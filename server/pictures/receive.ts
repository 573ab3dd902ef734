import { randomBytes } from 'node:crypto';
import { rm } from 'node:fs/promises';
import type { Request, Response } from 'express';
import multer from 'multer';
import { Refusal } from '../../shared/refusal';
import * as refusals from './refusals';

/** A picture as it arrived: a temporary file that is gone when the work with it ends, and the form's other fields. */
export type Upload = { file: string; fields: Record<string, string> };

/** The form field that holds the picture; there is exactly one in a request. */
const PICTURE_FIELD = 'picture';
/** Room for the other fields and the form's own lines. */
const FORM_BYTES = 128_000;
const MAX_FIELDS = 20;

type Options = { incoming: string; maxBytes: number; maxAtOnce: number; isFull: () => boolean };

/** Takes in one picture, hands it to `use`, and takes it away again whatever happens. */
export function receiver({ incoming, maxBytes, maxAtOnce, isFull }: Options) {
  const read = multer({
    storage: multer.diskStorage({
      destination: incoming,
      filename: (_req, _file, name) => name(null, randomBytes(16).toString('hex')),
    }),
    defParamCharset: 'utf8',
    // The name is used for nothing; without this one such as `..` would count as no file at all.
    preservePath: true,
    limits: {
      fileSize: maxBytes,
      files: 1,
      fields: MAX_FIELDS,
      parts: MAX_FIELDS + 1,
      fieldSize: 16_000,
      fieldNameSize: 100,
      fieldNestingDepth: 0,
      headerPairs: 20,
    },
  }).single(PICTURE_FIELD);
  let arriving = 0;

  return async function receive<T>(req: Request, res: Response, use: (upload: Upload) => Promise<T>): Promise<T> {
    if (!req.is('multipart/form-data')) throw new Refusal('unsupported', 'Send the picture as a form with a file.');
    if (Number(req.get('content-length') ?? 0) > maxBytes + FORM_BYTES) throw refusals.tooLarge(maxBytes);
    if (arriving >= maxAtOnce || isFull()) throw refusals.tooBusy();
    arriving += 1;
    try {
      await new Promise<void>((done, failed) => read(req, res, (error: unknown) => (error ? failed(error) : done())));
      if (!req.file || req.file.size === 0) throw refusals.noPicture();
      return await use({ file: req.file.path, fields: fieldsOf(req.body) });
    } catch (error) {
      throw refusalOf(error, maxBytes);
    } finally {
      arriving -= 1;
      // Gone already, with its path, when multer itself refused the form.
      const path = req.file?.path;
      if (path) await rm(path, { force: true });
    }
  };
}

function fieldsOf(body: Record<string, unknown>): Record<string, string> {
  return Object.fromEntries(
    Object.entries(body).map(([name, text]) => {
      if (typeof text !== 'string') throw refusals.oddForm();
      return [name, text];
    }),
  );
}

/** Multer's and its parser's complaints. They have no class of their own but for the limits, so the words are read. */
function refusalOf(error: unknown, maxBytes: number): unknown {
  if (error instanceof multer.MulterError) return limitRefusal(error.code, maxBytes);
  if (!(error instanceof Error) || error instanceof Refusal) return error;
  return /^(Multipart|Malformed|Unexpected end of|Request (aborted|closed|error)|aborted)/.test(error.message)
    ? refusals.notWhole()
    : refusals.diskRefusal(error);
}

function limitRefusal(code: string, maxBytes: number): Refusal {
  if (code === 'LIMIT_FILE_SIZE') return refusals.tooLarge(maxBytes);
  if (code === 'LIMIT_FILE_COUNT' || code === 'LIMIT_UNEXPECTED_FILE') return refusals.oneAtATime();
  return code === 'STREAM_DESTROYED' ? refusals.notWhole() : refusals.oddForm();
}
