import { PHOTO_OF } from '@/shared/photos/entries';

type PhotoThing = (typeof PHOTO_OF)[number];

export const isPhotoThing = (word: string): word is PhotoThing => PHOTO_OF.some((thing) => thing === word);

/** What a form was opened on, the narrowest first. */
export function photoSubject(
  params: Partial<Record<PhotoThing, string>>,
): { thing: PhotoThing; thingId: string } | null {
  for (const thing of ['fish', 'hold', 'batch', 'brood', 'colony', 'tank'] as const) {
    const thingId = params[thing];
    if (thingId) return { thing, thingId };
  }
  return null;
}
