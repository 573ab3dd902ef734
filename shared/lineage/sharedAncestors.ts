import { isPossibleParent, parentShares } from './parentShares';
import type { PedigreeEntry } from './pedigree';
import { unknownId } from './pedigreeError';

/** How many generations back an animal stands from each of two others (0: it is that one), and whether that is beyond doubt. */
export type SharedAncestor = { id: string; back: [number, number]; certain: boolean };

/** What a kinship of two animals rests on. */
export type SharedAncestry = {
  /** The nearest animals that both may descend from, nearest first. */
  ancestors: SharedAncestor[];
  /** Those, the two themselves and everything on the ways between, in the pedigree's order. */
  between: string[];
};

/**
 * The nearest shared ancestors of two animals: those that one of them may reach without passing another shared one. Each stands
 * at the joint of one of Wright's paths (Wright 1922). Throws `unknownId`.
 */
export function sharedAncestry(pedigree: PedigreeEntry[], a: string, b: string): SharedAncestry {
  const parents = new Map(pedigree.map((entry) => [entry.id, namedParents(entry)]));
  for (const id of [a, b]) if (!parents.has(id)) throw unknownId(id);
  const [ofA, ofB] = [back(parents, a), back(parents, b)];
  const shared = new Set([...ofA.keys()].filter((id) => ofB.has(id)));
  const near = new Set([
    ...back(parents, a, { stopAt: shared }).keys(),
    ...back(parents, b, { stopAt: shared }).keys(),
  ]);
  const [surelyA, surelyB] = [back(parents, a, { sure: true }), back(parents, b, { sure: true })];
  const ancestors = [...shared]
    .filter((id) => near.has(id))
    .map(
      (id): SharedAncestor => ({
        id,
        back: [ofA.get(id) ?? 0, ofB.get(id) ?? 0],
        certain: surelyA.has(id) && surelyB.has(id),
      }),
    )
    .sort((one, other) => one.back[0] + one.back[1] - other.back[0] - other.back[1]);
  const leads = (id: string) => {
    const above = back(parents, id, { stopAt: shared });
    return ancestors.some((one) => above.has(one.id));
  };
  const onTheWay = new Set([a, b, ...[...near].filter(leads)]);
  return { ancestors, between: pedigree.flatMap(({ id }) => (onTheWay.has(id) ? [id] : [])) };
}

type Parents = ReadonlyMap<string, { id: string; certain: boolean }[]>;

const namedParents = (entry: PedigreeEntry) =>
  parentShares(entry).flatMap(({ id, share }) => (id === null ? [] : [{ id, certain: !isPossibleParent(share) }]));

/** Everything that an animal may descend from, itself at 0, with the fewest generations between. */
function back(parents: Parents, from: string, how: { sure?: boolean; stopAt?: Set<string> } = {}): Map<string, number> {
  const found = new Map([[from, 0]]);
  let level = [from];
  for (let generations = 1; level.length > 0; generations += 1) {
    const next = level
      .filter((id) => !how.stopAt?.has(id))
      .flatMap((id) => parents.get(id) ?? [])
      .filter(({ certain }) => certain || !how.sure);
    level = [...new Set(next.map(({ id }) => id))].filter((id) => !found.has(id));
    for (const id of level) found.set(id, generations);
  }
  return found;
}
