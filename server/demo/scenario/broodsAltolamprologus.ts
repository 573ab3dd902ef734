import { counted, type FoundStory, type HoldStory, left, lost, moved } from './broods';

export const CATE_HOLDS: HoldStory[] = [
  {
    handle: 'a1',
    colony: 'CATE-A',
    dam: 'fish:CATE-A03',
    spawn: -480,
    seenWith: 'fish:CATE-A01',
    plan: 'leave',
    checks: [3, 9],
    note: 'Shell 2, the male keeps the others off',
    end: { how: 'released', after: 0 },
    brood: {
      tank: 'R5',
      numbers: { total: 74, freeSwimming: 74 },
      opens: { age: 'atOnce', heads: 74 },
      steps: [
        counted(45, 68, 'Guessed in threes: they hide'),
        moved(80, 'G9'),
        lost(82, 3, 'equipment', 'Drawn in by the filter'),
        counted(130, 63),
        lost(170, 1, 'foundDead'),
        left(210, 'sold', 20, { order: 'order:1007' }),
        left(260, 'sold', 18, { order: 'order:1010' }),
        left(300, 'auctioned', 12),
        left(330, 'traded', 6, { note: 'For plants' }),
        left(352, 'sold', 6, { order: 'order:1012' }),
      ],
    },
  },
  {
    handle: 'o6',
    colony: 'CATE-A',
    dam: 'fish:CATE-A05',
    spawn: -5,
    seenWith: 'fish:CATE-A01',
    plan: 'leave',
    checks: [2],
    note: 'Shell 4. She fans, he stands before it',
  },
];

/** Fry that were there one morning: the spawn in shell 3 was missed. */
export const CATE_FOUND: FoundStory[] = [
  {
    handle: 'a2',
    colony: 'CATE-A',
    dam: 'fish:CATE-A04',
    spawn: [-216, -212],
    on: -198,
    brood: {
      tank: 'R5',
      numbers: { total: 52, freeSwimming: 52 },
      opens: { age: 'atOnce', heads: 52 },
      note: 'Round shell 3, the female close by',
      steps: [
        counted(40, 49),
        moved(74, 'G8'),
        lost(80, 2, 'equipment', 'Behind the filter mat'),
        counted(130, 46),
        counted(184, 46),
        left(190, 'sold', 10, { order: 'order:1017' }),
      ],
    },
  },
];
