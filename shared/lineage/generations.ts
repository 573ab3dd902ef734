import { OUTSIDE } from './parentOptions';
import type { PedigreeEntry } from './pedigree';
import { PedigreeError } from './pedigreeError';
import { type SortedPedigree, sortPedigree } from './sortedPedigree';

/** F0 is `{ low: 0, high: 0 }`; "F1 or F2" is `{ low: 1, high: 2 }`; `null`: of unknown origin. */
export type GenerationRange = { low: number; high: number } | null;

/**
 * Filial generation of every entry. `founders` gives the number of those whose origin is known (wild = 0; a bought F2 = 2).
 * Any other fish is 1 + the smaller of its parents' numbers (offspring of a wild and a bred fish are F1: CITES Res. Conf.
 * 10.16, from memory), with low and high over its possible pairs; `null` if a possible parent is of unknown origin.
 * Throws a `PedigreeError` as `kinship` does, and `badGeneration` for a founder whose number is not whole from 0 on.
 */
export function generationNumbers(
  pedigree: PedigreeEntry[],
  founders: Map<string, number>,
): Map<string, GenerationRange> {
  const sorted = sortPedigree(pedigree);
  checkFounders(founders);
  const ofNode: GenerationRange[] = [];
  const found = new Map<string, GenerationRange>(sorted.ids.map((id) => [id, null]));
  const idsOf = idsByNode(sorted);
  for (let node = 0; node < sorted.nodes; node += 1) {
    const bred = bredRange(sorted, ofNode, sorted.familyOf[node] ?? 0);
    const ids = idsOf[node] ?? [];
    for (const id of ids) {
      const given = founders.get(id);
      const range = given === undefined ? bred : { low: given, high: given };
      found.set(id, range);
      ofNode[node] = range;
    }
    if (ids.length === 0) ofNode[node] = bred;
  }
  return found;
}

function checkFounders(founders: Map<string, number>): void {
  for (const [id, generation] of founders) {
    if (Number.isSafeInteger(generation) && generation >= 0) continue;
    throw new PedigreeError('badGeneration', [id], `The generation of ${id} must be a whole number: 0 for a wild fish`);
  }
}

function idsByNode(sorted: SortedPedigree): string[][] {
  const idsOf: string[][] = [];
  sorted.ids.forEach((id, row) => {
    const node = sorted.nodeOf[row] ?? 0;
    const ids = idsOf[node] ?? [];
    ids.push(id);
    idsOf[node] = ids;
  });
  return idsOf;
}

/** From the possible pairs; a draw takes its candidates' numbers as they are. */
function bredRange(sorted: SortedPedigree, ofNode: GenerationRange[], family: number): GenerationRange {
  const { pairs } = sorted;
  const isDraw = sorted.isDraw[family] === 1;
  const of = (node: number | undefined) => (node === undefined || node === OUTSIDE ? null : (ofNode[node] ?? null));
  let range: GenerationRange = null;
  for (let at = pairs.start[family] ?? 0; at < (pairs.start[family + 1] ?? 0); at += 1) {
    const sire = of(pairs.sire[at]);
    const dam = isDraw ? sire : of(pairs.dam[at]);
    if (!sire || !dam) return null;
    const step = isDraw ? 0 : 1;
    const low = step + Math.min(sire.low, dam.low);
    const high = step + Math.min(sire.high, dam.high);
    range = range ? { low: Math.min(range.low, low), high: Math.max(range.high, high) } : { low, high };
  }
  return range;
}
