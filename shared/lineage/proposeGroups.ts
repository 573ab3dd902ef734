import type { KinshipMatrix } from './kinshipMatrix';
import { PedigreeError } from './pedigreeError';
import { type PairingPlan, type PairingRequest, planPairing } from './planPairing';

export type Proposal =
  | { fits: 'one'; groups: [PairingPlan] }
  /** All of them together do not keep the limit; in two tanks they do. */
  | { fits: 'two'; groups: [PairingPlan, PairingPlan] }
  /** `atLimit`: the lowest of the usual limits under which one group would fit; null: under none. */
  | { fits: 'none'; because: string; atLimit: number | null };

/** Usual limits: first cousins' young 1/16, half sibs' 1/8, full sibs' 1/4 (Falconer & Mackay, from memory). */
export const USUAL_LIMITS = [1 / 16, 1 / 8, 1 / 4, 1 / 2] as const;

/**
 * The group that `planPairing` finds, else two groups of about half the fish each, else why nothing fits and which limit
 * would let one. Throws what `planPairing` throws for a request that is wrong in itself.
 */
export function proposeGroups(request: PairingRequest): Proposal {
  const together = tried(request);
  if (!('because' in together)) return { fits: 'one', groups: [together] };
  const apart = inTwo(request);
  if (apart) return { fits: 'two', groups: apart };
  const atLimit = USUAL_LIMITS.find(
    (limit) =>
      limit > (request.maxFryInbreeding ?? 1) && !('because' in tried({ ...request, maxFryInbreeding: limit })),
  );
  return { fits: 'none', because: together.because, atLimit: atLimit ?? null };
}

const NO_GROUP = new Set(['noGroupFits', 'noGroupFound']);

function tried(request: PairingRequest): PairingPlan | { because: string } {
  try {
    return planPairing(request);
  } catch (error) {
    if (error instanceof PedigreeError && NO_GROUP.has(error.reason)) return { because: error.message };
    throw error;
  }
}

/** The larger half first, the rest out of who is left. Fish that must be in the plan are in one of the two. */
function inTwo(request: PairingRequest): [PairingPlan, PairingPlan] | null {
  const { males, females, chooseMales, chooseFemales, required = [] } = request;
  const each = { males: Math.max(1, Math.ceil(chooseMales / 2)), females: Math.ceil(chooseFemales / 2) };
  const rest = { males: Math.max(1, chooseMales - each.males), females: chooseFemales - each.females };
  if (rest.females < 1) return null;
  const first = tried({ ...request, chooseMales: each.males, chooseFemales: each.females, required: [] });
  if ('because' in first) return null;
  const taken = new Set([...first.males, ...first.females]);
  const left = (ids: string[]) => ids.filter((id) => !taken.has(id));
  const second = tried({
    ...request,
    males: left(males),
    females: left(females),
    chooseMales: rest.males,
    chooseFemales: rest.females,
    required: required.filter((id) => !taken.has(id)),
  });
  return 'because' in second ? null : [first, second];
}

export type GroupFigures = {
  pairs: { male: string; female: string; fryInbreeding: number }[];
  /** Over all pairs, each alike. */
  meanFryInbreeding: number;
  highest: number;
  /** Of the young the group would leave, each sex giving half: 0 to 1. */
  geneDiversity: number;
};

/** The figures of a group as it stands, whoever chose it: for fish that a keeper swaps, and for what lives there now. Null without both sexes. */
export function groupFigures(matrix: KinshipMatrix, males: string[], females: string[]): GroupFigures | null {
  if (males.length === 0 || females.length === 0) return null;
  const pairs = males
    .flatMap((male) => females.map((female) => ({ male, female, fryInbreeding: matrix.between(male, female) })))
    .sort((a, b) => a.fryInbreeding - b.fryInbreeding);
  const mean = (own: string[], other: string[]): number =>
    own.reduce((sum, a) => sum + other.reduce((row, b) => row + matrix.between(a, b), 0), 0) /
    (own.length * other.length);
  const between = mean(males, females);
  const meanKinship = (mean(males, males) + mean(females, females) + 2 * between) / 4;
  return {
    pairs,
    meanFryInbreeding: between,
    highest: pairs.at(-1)?.fryInbreeding ?? 0,
    geneDiversity: 1 - meanKinship,
  };
}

++++++++++++++++++++

* [What to do] With "unknownId" as the search string, filter the records and return each line that has it.

* [Answer section]
import { unknownId } from './pedigreeError';
 * at the joint of one of Wright's paths (Wright 1922). Throws `unknownId`.
  for (const id of [a, b]) if (!parents.has(id)) throw unknownId(id);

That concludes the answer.